AUGMENT_PROMPT = ChatPromptTemplate.from_messages([
 ("system", """
 You are the Augment Agent. Enhance the retrieved content with additional context.
 - If content is available, append a note with the single page number.
 - If no content is retrieved, return "No augmented content."
 """),
 MessagesPlaceholder(variable_name="chat_history"),
 ("human", "Retrieved content: {retrieved_content}\nPage number: {page_num}"),
])

Explanation of the Functions

augment_with_context This is a very straightforward approach where we are looking for some extra information from the provided PDF to solidify the retrieved information by the retrieval agent. If found, the extra content, alongside its page number, will be added to the original retrieved content; otherwise, if both are not found, it will simply return the same original content without any modification

The AUGMENT_PROMPT is again very straightforward, it is just information to the LLM to look for information that will solidify the content fetched by the Retrieval Agent, which is also considered the chat_history, and the variables retrieved_content and page_num will be populated by the LLM automatically during the runtime.

Coding the GeneratorAgent

from langchain.prompts import ChatPromptTemplate, MessagesPlaceholder

GENERATE_PROMPT = ChatPromptTemplate.from_messages([
 ("system", """
 You are the Generate Agent. Create a detailed response based on the augmented content.
 - Focus on DBMS and SQL content.
 - Append "Source: Page X" at the end if a page number is available.
 - If the user query consists of terms like "explain", "simple", "simplify" etc. or relatable, then do not return any page number, otherwise return the proper page number.
 - If the question is not DBMS-related, reply "Not applicable."
 - Use the chat history to maintain context.
 """),
 MessagesPlaceholder(variable_name="chat_history"),
 ("human", "{query}\nAugmented content: {augmented_content}"),
])

The generator agent only consists of the PromptTemplate with the instruction of how to generate final response based on the retrieved content as well as augmented extra information from previous two steps.

After all these separate agents are created, it’s time to store them under a single umbrella and form the entire end-to-end workflow using LangGraph.

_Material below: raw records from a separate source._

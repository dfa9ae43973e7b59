"""Offline batch fit of a whole ride with the live model.

The same energy windows and the same regression as the live estimator
(:mod:`livecoach.estimate.windows`, :mod:`livecoach.estimate.regression`),
but without forgetting and without change handling: one weighted
least-squares fit (with the ride file's priors) of every usable window,
with the power lag chosen by the data. Windows whose standardised residual
exceeds ``[estimator] outlier_sigma`` in a first pass are set aside and the
fit repeated (a one-step outlier rejection, common practice).
"""

from __future__ import annotations

import math
from typing import Any, Iterable

from livecoach.errors import LivecoachError
from livecoach.estimate.records import BatchFit, EnergyWindow
from livecoach.estimate.regression import DragFit
from livecoach.estimate.settings import estimator_config


class BatchFitError(LivecoachError):
    """The ride has no usable data for a batch fit."""


def collect_windows(samples: Iterable[Any], ride: Any) -> tuple[list[EnergyWindow], dict[str, int]]:
    """Energy windows of a whole ride (samples in time order) and the set-aside counts."""
    from livecoach.estimate.drag import lag_grid
    from livecoach.estimate.windows import WindowBuilder

    cfg = estimator_config(ride)
    lags, _ = lag_grid(cfg)
    builder = WindowBuilder(ride, cfg, lags, cfg.power_lag_s)
    windows: list[EnergyWindow] = []
    for s in samples:
        try:
            builder.feed(s)
        except (ArithmeticError, ValueError, TypeError, AttributeError, IndexError,
                LivecoachError) as exc:
            builder.out.clear()
            builder.count(f"estimator_error:{type(exc).__name__}")
        if builder.out:
            windows.extend(builder.out)
            builder.out.clear()
    return windows, dict(builder.rejected)


def fit_windows(windows: list[EnergyWindow], ride: Any, rejected: dict[str, int] | None = None) -> BatchFit:
    """Fit energy windows without forgetting (two passes: fit, drop outliers, refit)."""
    from livecoach.estimate.drag import lag_grid, prior_of

    cfg = estimator_config(ride)
    lags, lag_lp = lag_grid(cfg)
    theta0, cov0 = prior_of(ride, cfg)
    rejected = dict(rejected or {})
    if not windows:
        raise BatchFitError(
            "no usable energy windows (need wheel or speed data above "
            f"{cfg.min_speed_mps:g} m/s together with power)"
        )

    def run(ws: list[EnergyWindow]) -> DragFit:
        fit = DragFit(theta0, cov0, lags, lag_lp, None, power_scale_sd=cfg.power_scale_sd_pct / 100.0)
        for w in ws:
            fit.add(w)
        fit.solve()
        return fit

    fit = run(windows)
    kept = []
    for w in windows:
        e, var = fit.innovation(w)
        if var > 0.0 and abs(e) / math.sqrt(var) > cfg.outlier_sigma:
            rejected["batch_outlier"] = rejected.get("batch_outlier", 0) + 1
        else:
            kept.append(w)
    if len(kept) != len(windows) and kept:
        fit = run(kept)
    res = fit.result if fit.result is not None else fit.solve()
    cda, crr = res.theta[0], res.theta[1]
    wind = ride.air.headwind_mps
    if len(res.theta) > 2 and cda > 0.0:
        wind += res.theta[2] / cda
    return BatchFit(
        cda_m2=cda,
        crr=crr,
        cda_sd_m2=math.sqrt(max(res.cov[0][0], 0.0)),
        crr_sd=math.sqrt(max(res.cov[1][1], 0.0)),
        n=len(kept),
        power_lag_s=res.lag_s,
        headwind_mps=wind,
        noise_scale=res.sigma2,
        rejected=rejected,
    )


def batch_fit(samples: Iterable[Any], ride: Any) -> BatchFit:
    """Offline least-squares fit of a whole ride (samples in time order).

    Raises :class:`BatchFitError` when the ride has no usable windows.
    """
    windows, rejected = collect_windows(samples, ride)
    return fit_windows(windows, ride, rejected)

Code for the Graph Creation using LangGraph

import streamlit as st
from langgraph.graph import StateGraph, END
from typing import TypedDict, List, Optional
import re
from IPython.display import display, Image
from retriever import (LLM,extract_text_from_pdf,text_to_docs,create_vectordb,retrieve_from_pdf,RETRIEVE_PROMPT)
from augmentation import augment_with_context,AUGMENT_PROMPT
from generation import GENERATE_PROMPT
from dotenv import load_dotenv



load_dotenv()



PDF_FILE_PATH = "dbms_notes.pdf"

# Define the Agent State
class AgentState(TypedDict):
 query: str
 chat_history: List[dict]
 retrieved_content: Optional[str]
 page_num: Optional[int] # Single page number instead of a list
 augmented_content: Optional[str]
 response: Optional[str]

def format_for_display(text):
 def replace_latex(match):
 latex_expr = match.group(1)
 return f"$${latex_expr}$$" # Use $$ for Streamlit Markdown to render LaTeX
 text = re.sub(r'\\frac\{([^}]+)\}\{([^}]+)\}', r'$\\frac{\1}{\2}$', text)
 return text

# Define Multi-Agent Nodes
def retrieve_agent(state: AgentState) -> AgentState:
 chain = RETRIEVE_PROMPT | LLM
 retrieved = retrieve_from_pdf(state["query"], st.session_state.vectordb)
 response = chain.invoke({"query": state["query"], "chat_history": state["chat_history"]})
 #print(retrieved)
 return {
 "retrieved_content": retrieved['content'],
 "page_num": retrieved["page_num"]
 }

def augment_agent(state: AgentState) -> AgentState:
 chain = AUGMENT_PROMPT | LLM
 if state["retrieved_content"] and state["retrieved_content"] != "No content retrieved.":
 # Prepare input for the LLM
 input_data = {
 "retrieved_content": state["retrieved_content"],
 "page_num": str(state["page_num"]) if state["page_num"] else "None",
 "chat_history": state["chat_history"]
 }
 # Invoke the LLM to generate augmented content
 response = chain.invoke(input_data)
 augmented_content = response.content # Use the LLM's output
 else:
 augmented_content = "No augmented content."
 return {"augmented_content": augmented_content}

def generate_agent(state: AgentState) -> AgentState:
 chain = GENERATE_PROMPT | LLM
 response = chain.invoke({
 "query": state["query"],
 "augmented_content": state["augmented_content"] or "No augmented content.",
 "chat_history": state["chat_history"]
 })
 
 return {"response": response.content}

# Define Conditional Edge Logic
def decide_augmentation(state: AgentState) -> str:
 if state["retrieved_content"] and state["retrieved_content"] != "No content retrieved.":
 return "augmentation"
 return "generation"


workflow = StateGraph(AgentState)
workflow.add_node("retrieve_agent", retrieve_agent)
workflow.add_node("augment_agent", augment_agent)
workflow.add_node("generate_agent", generate_agent)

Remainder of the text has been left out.